Under Proposition 66, stealing a power drill from an unoccupied garage or lighting a trash can on fire would no longer carry a third-strike life sentence. Of course, they would still be crimes and would still carry appropriate punishment. And if someone breaks into your home while you're sleeping upstairs or tries to burn your house down, whether you're there or not, that would still count as a third-strike serious felony and carry a 25-to-life sentence. The key difference is that Proposition 66 helps us focus on those offenders who are likely to be violent, repeat offenders and focus our dollars on taking them off the street.
Current law not only creates results where the punishment doesn't fit the crime, it is also inconsistently applied. That means the quality of justice a person receives depends as much on what county someone is in as it does on what crime they have committed. That's fundamentally unfair. CNN reported in 2002 that "even district attorneys are having doubts. Los Angeles' Steve Cooley was elected on a platform of cutting back third-strike prosecutions of nonviolent offenses. 'The public doesn't want bizarre, Draconian and disproportionate sentences,' he says." Proposition 66 eliminates the unfairness inherent in some petty, nonviolent offenders getting life while others get a second chance, depending upon their address; it ensures consistent application across the state.
Furthermore, studies have shown that three-strikes has not been associated with larger drops in crime. California counties that have used the three-strikes law more aggressively have not experienced greater reductions in crime than those counties that used the law more sparingly. In fact, from 1993 to 2002, San Francisco, the county that used three-strikes least frequently, achieved higher reductions in its violent crime rate than any other county in California.
And Proposition 66 makes good fiscal sense, too. According to the Legislative Analyst's Office, Proposition 66's reforms will save California taxpayers hundreds of millions of dollars each year.
As the campaign over Proposition 66 is waged over the next month, voters will hear many stories designed to scare them into defeating the measure. Just as the Willie Horton ads of the 1988 Bush-Dukakis presidential campaign exploited a tragic episode that was as uncommon as it was horrific, the airwaves will soon be filled with threats of California prison gates being flung open to release dangerous felons into our neighborhoods by those seeking to defeat Proposition 66. But don't be fooled. The simple fact is that no one -- not one person -- currently serving time for a serious or violent crime -- be it robbery, rape, murder or anything of the sort -- will be released if Proposition 66 passes.

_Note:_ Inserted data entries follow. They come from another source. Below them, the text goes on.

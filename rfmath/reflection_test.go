package rfmath

import (
	"errors"
	"fmt"
	"math"
	"math/cmplx"
	"math/rand/v2"
	"testing"
)

// seriesRLCEdges returns where a series R, L, C seen by a real z0 has
// |Γ| = g, in closed form (arithmetic): |Γ|² = ((R − Z0)² + X²)/((R + Z0)² +
// X²) = g² gives X = ±x with x² = (g²(R + Z0)² − (R − Z0)²)/(1 − g²), and
// L·ω² ∓ x·ω − 1/C = 0 gives the frequencies (rlcEdges).
func seriesRLCEdges(r, l, c, z0, g float64) (lo, hi float64) {
	x := math.Sqrt((g*g*(r+z0)*(r+z0) - (r-z0)*(r-z0)) / (1 - g*g))
	return rlcEdges(l, c, x)
}

// chordCrossing returns the fraction t of the chord from a to b at which
// |a + t·(b − a)| = g, by bisection (brute force, independent of the
// quadratic the package solves); |a| and |b| must lie on either side of g.
func chordCrossing(a, b complex128, g float64) float64 {
	lo, hi := 0.0, 1.0
	below := cmplx.Abs(a) < g
	for range 200 {
		m := (lo + hi) / 2
		if (cmplx.Abs(a+complex(m, 0)*(b-a)) < g) == below {
			lo = m
		} else {
			hi = m
		}
	}
	return (lo + hi) / 2
}

// TestDipsCoarseSeriesRLC is the coarse-sweep example of a series RLC of
// 49.5 Ω, 30 nH and 1 pF in 50 Ω, sampled at 7 points 150 MHz apart centred
// on its resonance f0 = 1/(2π√(LC)) = 918.88 MHz, with a 10 dB threshold.
// The true edges (closed form of the series RLC) are 835.12 and
// 1011.05 MHz; on the complex-linear interpolation between the samples,
// which every readout uses, they are 828.96 and 1020.64 MHz (brute force
// on the chord). Interpolating in dB instead would give 785.47 and
// 1055.96 MHz, where a readout reads 6.55 dB, not 10.
func TestDipsCoarseSeriesRLC(t *testing.T) {
	t.Parallel()
	const r, l, c, z0, thr = 49.5, 30e-9, 1e-12, 50.0, 10.0
	f0 := 1 / (2 * math.Pi * math.Sqrt(l*c))
	freq := make([]float64, 7)
	for k := range freq {
		freq[k] = f0 + 150e6*float64(k-3)
	}
	g := gammas(seriesRLC(freq, r, l, c), z0)
	gt := math.Pow(10, -thr/20)

	exactLo, exactHi := seriesRLCEdges(r, l, c, z0, gt)
	if math.Abs(exactLo-835.12e6) > 0.01e6 || math.Abs(exactHi-1011.05e6) > 0.01e6 {
		t.Fatalf("closed-form edges %v, %v; want 835.12, 1011.05 MHz", exactLo, exactHi)
	}
	wantLo := freq[2] + chordCrossing(g[2], g[3], gt)*150e6
	wantHi := freq[3] + chordCrossing(g[3], g[4], gt)*150e6
	if math.Abs(wantLo-828.96e6) > 0.01e6 || math.Abs(wantHi-1020.64e6) > 0.01e6 {
		t.Fatalf("chord edges %v, %v; want 828.96, 1020.64 MHz", wantLo, wantHi)
	}

	ds := Dips(freq, g, thr)
	if len(ds) != 1 {
		t.Fatalf("dips %+v, want one", ds)
	}
	d := ds[0]
	if math.Abs(d.LoHz-wantLo) > 1e-3 || math.Abs(d.HiHz-wantHi) > 1e-3 || d.LoOpen || d.HiOpen || d.Index != 3 {
		t.Errorf("dip %+v; want edges %v, %v and Index 3", d, wantLo, wantHi)
	}
	// A readout at each edge reads the threshold.
	tr := ReflectionOf(freq, g, z0)
	for _, f := range []float64{d.LoHz, d.HiHz} {
		ro, err := tr.Readout(f)
		if err != nil || math.Abs(ro.ReturnLossDB-thr) > 1e-9 {
			t.Errorf("readout at the edge %v Hz: %v dB (%v), want %v", f, ro.ReturnLossDB, err, thr)
		}
	}
	// And at the edge dB interpolation would give, the 6.55 dB of the
	// chord (brute force above, same chord).
	if ro, _ := tr.Readout(785.47e6); math.Abs(ro.ReturnLossDB-6.55) > 0.005 {
		t.Errorf("readout at 785.47 MHz: %v dB, want 6.55", ro.ReturnLossDB)
	}
}

// TestDipBetweenPoints checks a band that lies wholly between two points:
// Γ = 0.6 + j0.1 at f = 1 and −0.4 + j0.1 at f = 2. On the chord
// Γ(t) = (0.6 − t) + j0.1, |Γ|² = (0.6 − t)² + 0.01, which is 0.1 (20 dB)
// at t = 0.3 and 0.9 and least, 0.1 (20 dB), at t = 0.6 (arithmetic).
func TestDipBetweenPoints(t *testing.T) {
	t.Parallel()
	freq := []float64{1, 2}
	g := []complex128{0.6 + 0.1i, -0.4 + 0.1i}
	ds := Dips(freq, g, 10)
	if len(ds) != 1 {
		t.Fatalf("dips %+v, want one", ds)
	}
	d := ds[0]
	lo, hi := 1.3, 1.9
	if math.Abs(d.LoHz-lo) > 1e-12 || math.Abs(d.HiHz-hi) > 1e-12 || d.LoOpen || d.HiOpen {
		t.Errorf("edges %v, %v; want %v, %v", d.LoHz, d.HiHz, lo, hi)
	}
	if math.Abs(d.FreqHz-1.6) > 1e-6 || math.Abs(d.ReturnLossDB-20) > 1e-9 || d.Index != 1 {
		t.Errorf("deepest %v at %v dB, Index %d; want 1.6, 20 dB, 1", d.FreqHz, d.ReturnLossDB, d.Index)
	}
	if ds := Dips(freq, g, 20.001); ds != nil {
		t.Errorf("threshold above the least |Γ|: %+v, want none", ds)
	}
}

Indeed, under Proposition 66, not even nonviolent third-strikers will simply be released. Under the Proposition's retroactivity clause, nonviolent third-strikers are given only the opportunity to have their sentences reviewed in a one-time, conditional resentencing hearing before a judge. And those who apply for resentencing are required to waive any claim of double jeopardy, allowing prosecutors to refile tough new charges if circumstances warrant it. Violent third-strikers are not eligible for any sentence reconsideration whatsoever.
More than simply being tough on crime, Californians want to be smart on
crime. Proposition 66 offers California voters a real opportunity to make our
three-strikes law what it was intended to be: A focused, tough measure that
spends our limited resources where it will most benefit the public -- taking
violent, habitual offenders off of the streets.
* Maya Harris is an
attorney for the American Civil Liberties Union of Northern California and
director of the organization's Racial Justice Project.